Collected data entries |
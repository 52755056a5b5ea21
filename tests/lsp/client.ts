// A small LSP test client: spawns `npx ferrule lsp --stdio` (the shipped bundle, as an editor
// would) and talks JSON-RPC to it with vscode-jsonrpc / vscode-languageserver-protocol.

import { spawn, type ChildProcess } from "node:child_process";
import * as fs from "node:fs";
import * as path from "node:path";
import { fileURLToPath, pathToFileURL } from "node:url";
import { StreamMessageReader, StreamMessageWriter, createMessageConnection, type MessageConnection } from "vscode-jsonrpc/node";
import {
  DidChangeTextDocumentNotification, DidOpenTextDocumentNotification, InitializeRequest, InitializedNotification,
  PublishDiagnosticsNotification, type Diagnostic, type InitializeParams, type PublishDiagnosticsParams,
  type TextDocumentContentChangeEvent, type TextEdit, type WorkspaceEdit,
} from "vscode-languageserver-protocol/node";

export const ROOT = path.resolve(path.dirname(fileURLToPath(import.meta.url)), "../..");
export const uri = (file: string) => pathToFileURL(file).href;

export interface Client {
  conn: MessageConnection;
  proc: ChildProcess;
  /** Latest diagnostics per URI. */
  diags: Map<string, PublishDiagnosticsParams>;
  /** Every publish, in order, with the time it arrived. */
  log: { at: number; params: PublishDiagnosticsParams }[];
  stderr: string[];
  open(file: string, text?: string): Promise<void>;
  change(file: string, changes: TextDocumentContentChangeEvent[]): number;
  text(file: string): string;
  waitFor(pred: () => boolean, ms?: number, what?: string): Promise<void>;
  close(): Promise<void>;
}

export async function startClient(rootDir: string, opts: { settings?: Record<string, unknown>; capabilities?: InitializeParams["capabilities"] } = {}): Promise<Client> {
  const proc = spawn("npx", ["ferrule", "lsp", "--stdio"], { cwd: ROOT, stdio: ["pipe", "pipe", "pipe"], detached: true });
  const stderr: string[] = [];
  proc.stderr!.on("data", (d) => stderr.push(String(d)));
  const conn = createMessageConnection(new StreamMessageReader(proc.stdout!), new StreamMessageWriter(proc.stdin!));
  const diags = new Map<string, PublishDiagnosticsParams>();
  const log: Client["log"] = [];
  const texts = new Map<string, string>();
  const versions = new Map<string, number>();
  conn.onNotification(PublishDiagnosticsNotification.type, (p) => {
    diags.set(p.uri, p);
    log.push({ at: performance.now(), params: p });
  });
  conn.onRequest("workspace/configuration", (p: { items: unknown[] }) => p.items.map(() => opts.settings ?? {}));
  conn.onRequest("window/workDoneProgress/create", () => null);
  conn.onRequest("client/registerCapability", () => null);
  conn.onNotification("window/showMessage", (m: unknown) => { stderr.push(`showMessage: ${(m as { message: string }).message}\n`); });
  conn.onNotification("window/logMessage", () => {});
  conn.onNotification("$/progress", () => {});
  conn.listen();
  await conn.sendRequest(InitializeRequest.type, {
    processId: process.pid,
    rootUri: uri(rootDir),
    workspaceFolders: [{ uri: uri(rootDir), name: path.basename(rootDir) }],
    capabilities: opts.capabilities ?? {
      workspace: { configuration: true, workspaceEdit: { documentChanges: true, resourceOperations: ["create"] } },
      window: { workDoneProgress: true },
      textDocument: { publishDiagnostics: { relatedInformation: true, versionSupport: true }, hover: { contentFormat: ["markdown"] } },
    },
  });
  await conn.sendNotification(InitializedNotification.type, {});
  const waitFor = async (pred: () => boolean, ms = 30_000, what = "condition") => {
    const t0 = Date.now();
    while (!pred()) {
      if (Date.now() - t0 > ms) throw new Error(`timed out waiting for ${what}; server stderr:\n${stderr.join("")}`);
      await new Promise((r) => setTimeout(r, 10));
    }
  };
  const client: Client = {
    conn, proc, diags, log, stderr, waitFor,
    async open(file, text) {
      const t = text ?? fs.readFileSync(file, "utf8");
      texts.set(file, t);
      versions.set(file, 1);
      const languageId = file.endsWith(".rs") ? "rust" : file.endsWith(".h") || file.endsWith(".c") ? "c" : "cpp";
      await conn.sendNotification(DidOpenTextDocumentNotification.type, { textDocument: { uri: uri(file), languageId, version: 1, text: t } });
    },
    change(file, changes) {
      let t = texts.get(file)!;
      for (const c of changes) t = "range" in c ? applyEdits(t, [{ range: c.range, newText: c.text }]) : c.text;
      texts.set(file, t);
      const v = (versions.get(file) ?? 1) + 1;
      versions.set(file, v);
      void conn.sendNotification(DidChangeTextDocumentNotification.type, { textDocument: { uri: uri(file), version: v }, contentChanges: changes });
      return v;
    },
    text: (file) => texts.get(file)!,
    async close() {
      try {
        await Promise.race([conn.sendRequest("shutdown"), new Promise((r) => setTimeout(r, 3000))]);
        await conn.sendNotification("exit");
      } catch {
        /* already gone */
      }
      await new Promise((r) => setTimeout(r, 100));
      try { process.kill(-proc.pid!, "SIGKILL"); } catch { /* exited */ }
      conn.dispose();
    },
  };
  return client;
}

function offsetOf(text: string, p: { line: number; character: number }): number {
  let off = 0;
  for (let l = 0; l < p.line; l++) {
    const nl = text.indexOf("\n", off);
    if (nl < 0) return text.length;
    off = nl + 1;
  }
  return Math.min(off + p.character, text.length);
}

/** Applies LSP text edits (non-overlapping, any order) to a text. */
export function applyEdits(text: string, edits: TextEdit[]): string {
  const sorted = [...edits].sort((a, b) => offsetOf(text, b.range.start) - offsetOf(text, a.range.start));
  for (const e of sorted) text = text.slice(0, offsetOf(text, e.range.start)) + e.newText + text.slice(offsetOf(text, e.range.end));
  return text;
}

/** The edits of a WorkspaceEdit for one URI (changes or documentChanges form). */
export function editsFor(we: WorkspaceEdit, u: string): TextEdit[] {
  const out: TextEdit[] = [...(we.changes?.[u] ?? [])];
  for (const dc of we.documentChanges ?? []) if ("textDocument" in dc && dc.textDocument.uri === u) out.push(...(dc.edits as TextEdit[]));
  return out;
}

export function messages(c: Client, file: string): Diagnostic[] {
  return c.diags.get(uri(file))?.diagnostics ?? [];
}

What the task requires |
If a line above includes the string "stdio", pick it out.

Exercise result |
// A small LSP test client: spawns `npx ferrule lsp --stdio` (the shipped bundle, as an editor
  const proc = spawn("npx", ["ferrule", "lsp", "--stdio"], { cwd: ROOT, stdio: ["pipe", "pipe", "pipe"], detached: true });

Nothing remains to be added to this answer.